Fasst den Palmendieb!

Rima Rau bedeutet im Dialekt der Cook Inseln 'Fünfhundert'. Und tatsächlich sollen einmal die Überreste von genauso vielen Menschen in der winzigen Grabhöhle gelegen haben, deren senkrechter Eingang gerade groß genug ist, um mich hindurchzudrücken. Wer die Toten genau waren, wie lange die Gebeine hier schon liegen und ob sie durch Krankheit, Krieg oder natürliche Ursachen gestorben sind, lässt sich nicht mehr mit Sicherheit sagen. Auf der winzigen Insel Atiu im Südpazifik scheint die Zeit stillzustehen, während gleichzeitig das Wissen um die Vergangenheit mit den wegziehenden Menschen schwindet.

Die wuchernde Natur überwächst brüchige Hauswände, Pfade durch den dichten Dschungel verschwimmen im Zwielicht dampfender Baumwurzeln und rissiger Schlingpflanzen.
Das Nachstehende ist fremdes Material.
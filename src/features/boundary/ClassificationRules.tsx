import { Card } from "../../components/Card";
import { formatMa, windowEdge } from "../../components/timescale/ages";

/** The rules that sort each taxon, written out with this boundary's numbers so a reviewer can check any row by hand. */
export function ClassificationRules({ boundary, window }: { boundary: number; window: number }) {
  const b = formatMa(boundary);
  const edge = formatMa(windowEdge(boundary, window));
  return (
    <Card title="How each taxon is sorted" headingLevel={2}>
      <p className="text-sm text-stone-600">Ages in Ma: a larger number is older. First and last appearances are taken as coded in the trait table.</p>
      <dl className="mt-4 space-y-3 text-[15px]">
        <div>
          <dt className="font-semibold text-stone-900">Survivor</dt>
          <dd className="text-stone-700">
            The range crosses the boundary: first appearance older than {b} and last appearance younger than {b}.
          </dd>
        </div>
        <div>
          <dt className="font-semibold text-stone-900">Victim</dt>
          <dd className="text-stone-700">
            First appearance older than {b}, and last appearance within the window below it: {b} ≤ last appearance ≤ {edge} (boundary ≤ last
            appearance ≤ boundary + window).
          </dd>
        </div>
        <div>
          <dt className="font-semibold text-stone-900">Not at risk</dt>
          <dd className="text-stone-700">
            Everything else: first seen at or after the boundary, last seen before the window (older than {edge}), or a range that is missing or
            unusable. These taxa are left out of the proportional extinction.
          </dd>
        </div>
        <div>
          <dt className="font-semibold text-stone-900">Set by hand</dt>
          <dd className="text-stone-700">
            An outcome set by hand replaces the one computed from the range. One set for this boundary wins over one set for every boundary.
          </dd>
        </div>
      </dl>
    </Card>
  );
}
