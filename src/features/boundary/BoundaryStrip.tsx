import type { TimescaleRankName, TimescaleUnitDto } from "@shared/schemas/timescale";
import { focusRing } from "../../components/focus";
import { cx } from "../../lib/cx";
import type { ScaleIndex } from "../../components/timescale/scaleIndex";
import { formatAgeNumber, formatMa, formatMyr, RANK_WORD, windowEdge } from "../../components/timescale/ages";

const ROWS: ReadonlyArray<{ rank: TimescaleRankName; label: string }> = [
  { rank: "Period", label: "Period" },
  { rank: "Epoch", label: "Epoch" },
  { rank: "Age", label: "Stage" },
];

/** Stages shown on each side of the boundary (more on the older side when the window reaches further). */
const STAGES_YOUNGER = 3;
const STAGES_OLDER = 3;
const MAX_EXTRA_OLDER = 10;
/** Below this share of the strip's width a unit shows no name (it keeps its tooltip and accessible name). */
const MIN_LABEL_PERCENT = 7;
const MIN_SHORT_LABEL_PERCENT = 3.5;

export interface BoundaryStripProps {
  scale: ScaleIndex;
  boundary: number;
  /** Window below the boundary in Myr; null while it is not known yet. */
  window: number | null;
  /** The unit chosen by name, drawn strongest. */
  chosenUnit?: TimescaleUnitDto;
  onPick: (unit: TimescaleUnitDto) => void;
}

/** The span of ages shown: a few stages either side of the boundary, older far enough to hold the window. */
function spanAround(scale: ScaleIndex, boundary: number, window: number | null): { older: number; younger: number } {
  const stages = scale.overlapping("Age", Infinity, -Infinity); // oldest first
  const below = scale.stageBelow(boundary);
  let at = below ? stages.indexOf(below) : -1;
  if (at < 0) {
    // Older than the oldest stage (or not on the chart): show the oldest stages.
    at = boundary >= stages[0].base ? 0 : stages.length - 1;
  }
  let lo = Math.max(0, at - STAGES_OLDER + 1);
  const reach = window === null ? boundary : windowEdge(boundary, window);
  for (let extra = 0; lo > 0 && stages[lo].base < reach && extra < MAX_EXTRA_OLDER; extra++) lo--;
  const hi = Math.min(stages.length - 1, at + STAGES_YOUNGER);
  const older = Math.max(stages[lo].base, boundary);
  const younger = Math.min(stages[hi].top, boundary);
  // A boundary outside the chart still gets room on both sides.
  const pad = older === younger ? 5 : 0;
  return { older: older + pad, younger: Math.max(0, younger - pad) };
}

/** The last word of a unit's name ("Late Cretaceous" -> "Cretaceous"): narrow cells show as much of it as fits. */
function shortLabel(label: string): string {
  return label.split(" ").pop() ?? label;
}

/**
 * A strip of the time scale around the boundary, oldest at the left: periods, epochs and stages to
 * scale, the boundary as a line and the window below it as a shaded band. Clicking a unit chooses its base.
 */
export function BoundaryStrip({ scale, boundary, window, chosenUnit, onPick }: BoundaryStripProps) {
  const { older, younger } = spanAround(scale, boundary, window);
  const width = older - younger;
  const x = (age: number) => Math.min(100, Math.max(0, ((older - age) / width) * 100));
  const boundaryX = x(boundary);
  const edgeX = window === null ? null : x(windowEdge(boundary, window));
  const windowClipped = window !== null && windowEdge(boundary, window) > older;

  return (
    <figure className="mt-6">
      <div className="flex items-end justify-between text-xs font-medium text-stone-500">
        <span>← older</span>
        <span>younger →</span>
      </div>
      <div className="mt-1 grid grid-cols-[4.25rem_minmax(0,1fr)] gap-x-2">
        <div className="flex flex-col gap-1 pt-6 text-xs font-medium text-stone-500" aria-hidden="true">
          {ROWS.map((row) => (
            <span key={row.rank} className="flex h-9 items-center">
              {row.label}
            </span>
          ))}
        </div>
        <div className="relative pt-6" role="group" aria-label="Time scale around the boundary: choose a unit to use its base">
          {/* The boundary's flag: its age above the line. */}
          <span
            className="absolute top-0 z-20 -translate-x-1/2 rounded bg-accent-700 px-1.5 py-0.5 text-xs font-semibold whitespace-nowrap text-white tabular-nums"
            style={{ left: `${boundaryX}%` }}
          >
            {formatMa(boundary)}
          </span>
          <div className="relative flex flex-col gap-1">
            {ROWS.map((row) => (
              <div key={row.rank} className="relative h-9 overflow-hidden rounded-md bg-stone-100">
                {scale.overlapping(row.rank, older, younger).map((unit, i) => {
                  const left = x(unit.base);
                  const right = x(unit.top);
                  const span = right - left;
                  const startsHere = Math.abs(unit.base - boundary) < 1e-9;
                  const chosen = chosenUnit !== undefined && chosenUnit.name === unit.name && chosenUnit.rank === unit.rank;
                  const name = unit.base > older ? `… ${unit.label}` : unit.label;
                  return (
                    <button
                      key={`${unit.rank}:${unit.name}`}
                      type="button"
                      onClick={() => onPick(unit)}
                      title={`${unit.label} (${RANK_WORD[unit.rank]}): ${formatAgeNumber(unit.base)}–${formatMa(unit.top)}`}
                      aria-label={`Use the base of the ${unit.label} ${RANK_WORD[unit.rank]}, ${formatMa(unit.base)}`}
                      aria-pressed={chosen}
                      className={cx(
                        "absolute inset-y-0 overflow-hidden border-r border-white px-1.5 text-left text-xs font-medium whitespace-nowrap transition-colors",
                        chosen
                          ? "bg-accent-600 text-white"
                          : startsHere
                            ? "bg-accent-100 text-accent-900 hover:bg-accent-200"
                            : i % 2 === 0
                              ? "bg-stone-200/80 text-stone-700 hover:bg-stone-300"
                              : "bg-stone-100 text-stone-700 hover:bg-stone-200",
                        focusRing,
                        "focus-visible:z-30",
                      )}
                      style={{ left: `${left}%`, width: `${span}%` }}
                    >
                      {span >= MIN_LABEL_PERCENT ? <span className="block truncate">{name}</span> : span >= MIN_SHORT_LABEL_PERCENT ? <span className="block truncate">{shortLabel(unit.label)}</span> : null}
                    </button>
                  );
                })}
              </div>
            ))}
            {edgeX !== null && (
              <div
                aria-hidden="true"
                className="pointer-events-none absolute inset-y-0 z-10 border-l-2 border-dashed border-caution-700/70 bg-[repeating-linear-gradient(135deg,rgb(138_90_18/0.16)_0_4px,transparent_4px_9px)]"
                style={{ left: `${edgeX}%`, width: `${Math.max(boundaryX - edgeX, 0.4)}%` }}
              />
            )}
            <div aria-hidden="true" className="pointer-events-none absolute -top-1 -bottom-1 z-20 w-0.5 -translate-x-1/2 bg-accent-700" style={{ left: `${boundaryX}%` }} />
          </div>
          <div className="relative mt-1.5 h-5 text-xs text-stone-500 tabular-nums" aria-hidden="true">
            <span className="absolute left-0">{formatMa(older)}</span>
            <span className="absolute right-0">{formatMa(younger)}</span>
          </div>
        </div>
      </div>
      <figcaption className="mt-1 flex flex-wrap items-center gap-x-5 gap-y-1 text-sm text-stone-600">
        <span className="inline-flex items-center gap-2">
          <span className="inline-block h-3.5 w-0.5 bg-accent-700" aria-hidden="true" />
          Boundary at {formatMa(boundary)}
        </span>
        {window !== null && (
          <span className="inline-flex items-center gap-2">
            <span
              className="inline-block h-3.5 w-5 rounded-sm border border-dashed border-caution-700/70 bg-[repeating-linear-gradient(135deg,rgb(138_90_18/0.2)_0_3px,transparent_3px_6px)]"
              aria-hidden="true"
            />
            Window below it: {formatMyr(window)}, to {formatMa(windowEdge(boundary, window))}
            {windowClipped && " (reaches beyond the strip)"}
          </span>
        )}
        <span className="text-stone-500">Drawn to scale; choose a unit to move the boundary to its base.</span>
      </figcaption>
    </figure>
  );
}
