function TurnoverTable({ data, groups }: { data: TurnoverResult; groups: Array<{ key: string; label: string; stages: Array<{ rangeThrough: number }> }> }) {
  const cell = "px-3 py-1.5 text-right tabular-nums";
  const head = cx(cell, "font-medium");
  const show = (v: number | null) => (v === null ? "—" : formatRate(v));
  return (
    <div className="mt-3 overflow-x-auto">
      <table className="w-full min-w-[52rem] text-sm" data-testid="turnover-table">
        <caption className="sr-only">Origination, extinction and diversity per stage, oldest first</caption>
        <thead className="border-b border-stone-200 text-stone-500">
          <tr>
            <th scope="col" className="px-3 py-1.5 text-left font-medium">
              Stage
            </th>
            <th scope="col" className={head}>
              Ma
            </th>
            <th scope="col" className={head} title="Taxa whose range reaches into the stage">
              Range-through
            </th>
            <th scope="col" className={head} title="Taxa crossing the stage's base">
              At base
            </th>
            <th scope="col" className={head} title="Taxa crossing the stage's top">
              At top
            </th>
            <th scope="col" className={head}>
              q
            </th>
            <th scope="col" className={head}>
              p
            </th>
            {groups.map((g) => (
              <th key={g.key} scope="col" className={head}>
                {g.label}
              </th>
            ))}
          </tr>
        </thead>
        <tbody className="divide-y divide-stone-100">
          {data.stages.map((s, k) => (
            <tr key={s.name} data-stage={s.name} className={s.crisis ? "bg-red-50/70" : undefined}>
              <th scope="row" className="px-3 py-1.5 text-left font-medium text-stone-900">
                {s.label}
                {s.edge && <span className="ml-1 text-xs font-normal text-stone-500">(edge)</span>}
              </th>
              <td className={cell}>
                {formatAgeNumber(s.base)}–{formatAgeNumber(s.top)}
              </td>
              <td className={cell}>{formatCount(s.rangeThrough)}</td>
              <td className={cell}>{formatCount(s.crossingBase)}</td>
              <td className={cell}>{formatCount(s.crossingTop)}</td>
              <td className={cell}>{show(s.q)}</td>
              <td className={cell}>{show(s.p)}</td>
              {groups.map((g) => (
                <td key={g.key} className={cell}>
                  {formatCount(g.stages[k].rangeThrough)}
                </td>
              ))}
            </tr>
          ))}
        </tbody>
      </table>
      <p className="mt-2 text-xs text-stone-500">
        Range-through: every taxon whose range reaches into the stage. At base, at top: taxa crossing the stage’s lower and upper limit (standing
        diversity at those instants). {pluralize(data.taxaUsed, "taxon", "taxa")} with a usable range
        {data.leftOut.missingRange + data.leftOut.invalidRange > 0 &&
          `; left out: ${formatCount(data.leftOut.missingRange)} with a missing range, ${formatCount(data.leftOut.invalidRange)} with an unusable one`}
        .
      </p>
    </div>
  );
}
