// How outcomes, ages and proportions read on the Boundary screen.
import type { BoundaryOutcomeName } from "@shared/schemas/outcomes";
import type { TimescaleRankName } from "@shared/schemas/timescale";

export const OUTCOME_LABEL: Record<BoundaryOutcomeName, string> = {
  survivor: "Survivor",
  victim: "Victim",
  excluded: "Not at risk",
};

export const OUTCOME_GROUP_LABEL: Record<BoundaryOutcomeName, string> = {
  survivor: "Survivors",
  victim: "Victims",
  excluded: "Not at risk",
};

/** The order groups are shown in: the two at risk first. */
export const GROUP_ORDER: readonly BoundaryOutcomeName[] = ["survivor", "victim", "excluded"];

export const RANK_WORD: Record<TimescaleRankName, string> = {
  Eon: "eon",
  Era: "era",
  Period: "period",
  Subperiod: "subperiod",
  Epoch: "epoch",
  Age: "stage",
};

const ageFormat = new Intl.NumberFormat("en-GB", { maximumFractionDigits: 4 });
const rateFormat = new Intl.NumberFormat("en-GB", { minimumFractionDigits: 2, maximumFractionDigits: 3 });
const percentFormat = new Intl.NumberFormat("en-GB", { style: "percent", minimumFractionDigits: 1, maximumFractionDigits: 1 });

/** "93.9 Ma" (ages before present, in millions of years). */
export function formatMa(age: number): string {
  return `${ageFormat.format(age)} Ma`;
}

/** "6.6 Myr" (a duration in millions of years). */
export function formatMyr(duration: number): string {
  return `${ageFormat.format(duration)} Myr`;
}

/** A plain number as ages are written, without the unit: "93.9". */
export function formatAgeNumber(age: number): string {
  return ageFormat.format(age);
}

/** "42.9%" */
export function formatPercent(value: number): string {
  return percentFormat.format(value);
}

/** "30%" */
export function formatWholePercent(value: number): string {
  return `${Math.round(value * 1000) / 10}%`;
}

/** "0.847" */
export function formatRate(value: number): string {
  return rateFormat.format(value);
}

/** The boundary plus the window, rounded to a year so 93.9 + 6.6 reads 100.5, not 100.49999999999999. */
export function windowEdge(boundary: number, window: number): number {
  return Math.round((boundary + window) * 1e6) / 1e6;
}
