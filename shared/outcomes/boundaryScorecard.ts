import { formatMyr } from "../format/ages";
import { wilsonInterval } from "../stats/wilsonInterval";
import { DEPARTURE_Z } from "./crisisTurnover";

/** The conventional loss above which an event is called a mass extinction (common practice, no single source). */
export const MASS_EXTINCTION_CONVENTION = 0.3;
/** Groups with fewer taxa at risk are listed but not read as hit or spared: one or two taxa make no rate. */
export const MIN_GROUP_AT_RISK = 5;
/** Breadth and geography "meet" when at least this share of the groups read lose more than the chosen share (Stratasieve's choice). */
export const BROAD_SHARE_OF_GROUPS = 0.5;

export const SCORECARD_SOURCE =
  "The criteria are those the trade commonly uses to call an event a mass extinction (common practice, no single source); the cut-offs are conventions, not natural breaks.";
export const SCORECARD_CAUTION =
  "A scorecard from one study's taxa is not a global verdict: it reads only the taxa, region and time span this study holds.";

export type ScorecardStatus = "meets" | "falls short" | "uncertain" | "reported" | "not assessable";
export type ScorecardCriterion = "magnitude" | "breadth" | "realms" | "geography" | "brevity" | "standingOut";

/** Victims and taxa at risk (victims + survivors) of one group: a higher taxon, a trait state, a realm, a region. */
export interface GroupLoss {
  name: string;
  victims: number;
  atRisk: number;
}

export interface GroupLossRow extends GroupLoss {
  /** victims / atRisk; null when none at risk. */
  proportion: number | null;
  ci: [number, number] | null;
  /** Lost more than the chosen share; null when fewer than MIN_GROUP_AT_RISK taxa were at risk. */
  over: boolean | null;
}

export interface LossDimension {
  /** e.g. "higherTaxon" or a trait key. */
  key: string;
  label: string;
  /** Groups with at least MIN_GROUP_AT_RISK taxa at risk. */
  assessed: number;
  /** Of those, how many lost more than the chosen share. */
  over: number;
  /** over / assessed; null when none assessed. */
  share: number | null;
  groups: GroupLossRow[];
}

export interface ScorecardItem {
  criterion: ScorecardCriterion;
  label: string;
  status: ScorecardStatus;
  /** The reading in one or two sentences (or why it cannot be read). */
  summary: string;
  /** The number the criterion reads (a proportion, a share of groups, a window in Myr, a z); null when not assessable. */
  value: number | null;
  ci: [number, number] | null;
  dimensions: LossDimension[];
}

export interface BoundaryScorecardInput {
  victims: number;
  atRisk: number;
  /** Window below the boundary in Myr. */
  windowMyr: number;
  higherTaxa: GroupLoss[];
  /** Each state-coded trait's states. */
  traits: Array<{ key: string; label: string; groups: GroupLoss[] }>;
  /** The states of the trait coding realm or environment (marine, non-marine...); null when the study codes none. */
  realm: { key: string; label: string; groups: GroupLoss[] } | null;
  /** The states of a trait naming regions; or why geography cannot be read. */
  geography: { key: string; label: string; groups: GroupLoss[] } | { notAssessable: string };
  /** The crisis stage's extinction contrast (crisisTurnover); reason says why z is null when it is. */
  standingOut: { z: number | null; n: number; reason: string | null };
  /** The conventional loss, 0.3 unless given. */
  threshold?: number;
  /** A group is hit when it loses more than this share, 0.3 unless given. */
  breadthShare?: number;
  level?: number;
}

export interface BoundaryScorecard {
  items: ScorecardItem[];
  threshold: number;
  breadthShare: number;
  level: number;
  minGroupAtRisk: number;
  source: string;
  caution: string;
}

const percent = (x: number) => `${(x * 100).toFixed(x < 0.1 && x > 0 ? 1 : 0)}%`;
const plural = (n: number, one: string, many: string) => `${n} ${n === 1 ? one : many}`;

function lossDimension(key: string, label: string, groups: GroupLoss[], share: number, level: number): LossDimension {
  const rows = groups.map((g) => {
    const proportion = g.atRisk > 0 ? g.victims / g.atRisk : null;
    return {
      ...g,
      proportion,
      ci: g.atRisk > 0 ? wilsonInterval(g.victims, g.atRisk, { level }) : null,
      over: g.atRisk >= MIN_GROUP_AT_RISK && proportion !== null ? proportion > share : null,
    };
  });
  const assessed = rows.filter((r) => r.over !== null).length;
  const over = rows.filter((r) => r.over === true).length;
  return { key, label, assessed, over, share: assessed > 0 ? over / assessed : null, groups: rows };
}

function notAssessable(criterion: ScorecardCriterion, label: string, why: string, dimensions: LossDimension[] = []): ScorecardItem {
  return { criterion, label, status: "not assessable", summary: `Not assessable from this study: ${why}`, value: null, ci: null, dimensions };
}

/**
 * The boundary scorecard: the criteria the trade commonly reads to call an event a mass extinction (common
 * practice, no single source), each computed from the study's taxa where it can be and "not assessable" where it
 * cannot.
 *   magnitude: victims / atRisk against the ~30% convention, with a Wilson (1927) interval: meets when the whole
 *     interval lies above the convention, falls short when it lies below, uncertain when it spans it;
 *   breadth: the share of higher taxa (with at least 5 taxa at risk) losing more than `breadthShare`; meets at half
 *     or more (Stratasieve's choice). Each trait's states are read the same way and listed;
 *   realms: meets when two or more states of the realm trait (e.g. marine and non-marine) each lose more than the
 *     share, falls short when one or none does; not assessable without such a trait or with fewer than two realms read;
 *   geography: as breadth, over the states of a trait naming regions;
 *   brevity: the window (Myr) within which the losses are placed, reported (the data resolve no finer);
 *   standing out: the crisis stage's robust z of extinction (crisisTurnover): meets at z >= 3.5 (Iglewicz &
 *     Hoaglin 1993).
 *
 * @example
 * boundaryScorecard({ victims: 180, atRisk: 380, windowMyr: 6.6, higherTaxa: [...], traits: [], realm: null,
 *   geography: { notAssessable: "no trait names regions" }, standingOut: { z: 14, n: 6, reason: null } })
 * // magnitude: 180/380 = 47.4%, Wilson 95% 42.4-52.4%: "meets"; realms: "not assessable"; standing out: "meets"
 */
export function boundaryScorecard(input: BoundaryScorecardInput): BoundaryScorecard {
  const threshold = input.threshold ?? MASS_EXTINCTION_CONVENTION;
  const share = input.breadthShare ?? MASS_EXTINCTION_CONVENTION;
  const level = input.level ?? 0.95;
  const levelWords = `${Math.round(level * 100)}%`;
  const items: ScorecardItem[] = [];

  // Magnitude
  if (input.atRisk > 0) {
    const value = input.victims / input.atRisk;
    const ci = wilsonInterval(input.victims, input.atRisk, { level });
    const status: ScorecardStatus = ci[0] > threshold ? "meets" : ci[1] < threshold ? "falls short" : "uncertain";
    const reading = {
      meets: `the whole interval lies above the ~${percent(threshold)} convention`,
      "falls short": `the whole interval lies below the ~${percent(threshold)} convention`,
      uncertain: `the interval spans the ~${percent(threshold)} convention`,
    }[status as "meets" | "falls short" | "uncertain"];
    items.push({
      criterion: "magnitude",
      label: "Magnitude",
      status,
      summary: `${input.victims} of ${input.atRisk} taxa at risk lost (${percent(value)}, ${levelWords} Wilson interval ${percent(ci[0])} to ${percent(ci[1])}): ${reading}.`,
      value,
      ci,
      dimensions: [],
    });
  } else {
    items.push(notAssessable("magnitude", "Magnitude", "no taxon is at risk across this boundary."));
  }

  // Breadth
  const clades = lossDimension("higherTaxon", "Higher taxa", input.higherTaxa, share, level);
  const traitDimensions = input.traits.map((t) => lossDimension(t.key, t.label, t.groups, share, level));
  if (clades.assessed >= 2) {
    const status: ScorecardStatus = clades.share! >= BROAD_SHARE_OF_GROUPS ? "meets" : "falls short";
    const traitWords = traitDimensions
      .filter((d) => d.assessed > 0)
      .map((d) => `${d.label}: ${d.over} of ${d.assessed} states`)
      .join("; ");
    items.push({
      criterion: "breadth",
      label: "Breadth",
      status,
      summary:
        `${clades.over} of ${plural(clades.assessed, "higher taxon", "higher taxa")} with at least ${MIN_GROUP_AT_RISK} taxa at risk lost more than ${percent(share)}` +
        `${traitWords ? ` (${traitWords})` : ""}; broad when half or more do.`,
      value: clades.share,
      ci: null,
      dimensions: [clades, ...traitDimensions],
    });
  } else {
    items.push(
      notAssessable("breadth", "Breadth", `fewer than two higher taxa have at least ${MIN_GROUP_AT_RISK} taxa at risk.`, [clades, ...traitDimensions]),
    );
  }

  // Realms
  if (!input.realm) {
    items.push(notAssessable("realms", "Realms", "the codebook has no trait for environment or realm (marine, non-marine)."));
  } else {
    const realms = lossDimension(input.realm.key, input.realm.label, input.realm.groups, share, level);
    if (realms.assessed < 2) {
      items.push(notAssessable("realms", "Realms", `fewer than two states of ${input.realm.label} have at least ${MIN_GROUP_AT_RISK} taxa at risk.`, [realms]));
    } else {
      const hit = realms.groups.filter((g) => g.over === true).map((g) => g.name);
      items.push({
        criterion: "realms",
        label: "Realms",
        status: realms.over >= 2 ? "meets" : "falls short",
        summary:
          `${realms.over} of ${realms.assessed} states of ${input.realm.label} lost more than ${percent(share)}` +
          `${hit.length ? ` (${hit.join(", ")})` : ""}; several realms hit when two or more do.`,
        value: realms.share,
        ci: null,
        dimensions: [realms],
      });
    }
  }

  // Geography
  if ("notAssessable" in input.geography) {
    items.push(notAssessable("geography", "Geography", input.geography.notAssessable));
  } else {
    const regions = lossDimension(input.geography.key, input.geography.label, input.geography.groups, share, level);
    if (regions.assessed < 2) {
      items.push(notAssessable("geography", "Geography", `fewer than two states of ${input.geography.label} have at least ${MIN_GROUP_AT_RISK} taxa at risk.`, [regions]));
    } else {
      items.push({
        criterion: "geography",
        label: "Geography",
        status: regions.share! >= BROAD_SHARE_OF_GROUPS ? "meets" : "falls short",
        summary: `${regions.over} of ${regions.assessed} states of ${input.geography.label} lost more than ${percent(share)}; widespread when half or more do.`,
        value: regions.share,
        ci: null,
        dimensions: [regions],
      });
    }
  }

  // Brevity
  items.push({
    criterion: "brevity",
    label: "Brevity",
    status: "reported",
    summary:
      input.windowMyr > 0
        ? `The losses are placed within a window of ${formatMyr(input.windowMyr)} below the boundary; the ranges cannot say whether they came at once or spread across it.`
        : "The window is 0 Myr: only taxa last seen at the boundary itself count as victims.",
    value: input.windowMyr,
    ci: null,
    dimensions: [],
  });

  // Standing out
  const { z, n, reason } = input.standingOut;
  if (z === null) {
    items.push(notAssessable("standingOut", "Standing out", `${reason ?? "the crisis stage cannot be compared with its background"}.`));
  } else {
    items.push({
      criterion: "standingOut",
      label: "Standing out",
      status: z >= DEPARTURE_Z ? "meets" : "falls short",
      summary: `The crisis stage's extinction rate lies ${z.toFixed(1)} robust standard deviations from the median of ${n} other stages; it stands out at ${DEPARTURE_Z} or more.`,
      value: z,
      ci: null,
      dimensions: [],
    });
  }

  return { items, threshold, breadthShare: share, level, minGroupAtRisk: MIN_GROUP_AT_RISK, source: SCORECARD_SOURCE, caution: SCORECARD_CAUTION };
}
Die gesamte Insel ist von der 'Makatea' umgeben, einem Steinwall eines trockengefallenen Korallenriffs. Die messerscharfen Kalksteinkanten machen das Vorankommen beschwerlich, dicke Schuhsohlen und Handschuhe sorgen für einen trügerischen Schutz.

In der Kopeka-Höhle stolpere ich über einen ursprünglichen Bewohner der Insel: Ein Palmendieb erfrischt sich an einer der wenigen Wasserlöcher. Der größte an Land lebende Krebs der Erde stellt leider für viele Bewohner der Cook Inseln eine Delikatesse dar und kommt nur noch auf den Inseln vor, auf denen wenige Menschen wohnen. Oder auf denen das Nagelbrett der Makatea weite Teile einer Insel wie hier auf Atiu unzugänglich macht und für den geschickten Krabbler und Kletterer ideale Lebensbedingungen schafft.

Cook and Coconut

Rima Rau means ‘five hundred’ in the dialect of the Cook Islands. And indeed the remains of this number of people are supposed to be buried in the tiny cave grave whose vertical entrance is just large enough for me to squeeze through. Who these deceased were, how long the bones have been here and whether they died due to illness, war or natural causes, can not be told for sure. On the tiny island of Atiu in the South Pacific, time seems to stand still while knowledge of the past simultaneously disappears with the exodus of the people.

Violent nature grows over fractured house walls, paths swim through the thick jungle in the twilight of steaming tree roots and cracked clinging vines. The whole island is surrounded by the 'Makatea', a stone wall of dead, lifted coral reefs which were once submerged. The razor-sharp limestone makes progress difficult, thick shoe soles and gloves give a deceptive sense of protection.

In the Kopeka cave I come across an original inhabitant of the island: a Coconut crab is refreshing itself at one of the few watering holes. The largest of Earth’s land crabs is unfortunately a delicacy for the people of the Cook Islands and only inhabits those islands where few humans live. Or those where the nailboard of the Makatea makes other parts of an island inaccessible as here on Atiu and creates the ideal living conditions for the beautiful crawlers and climbers.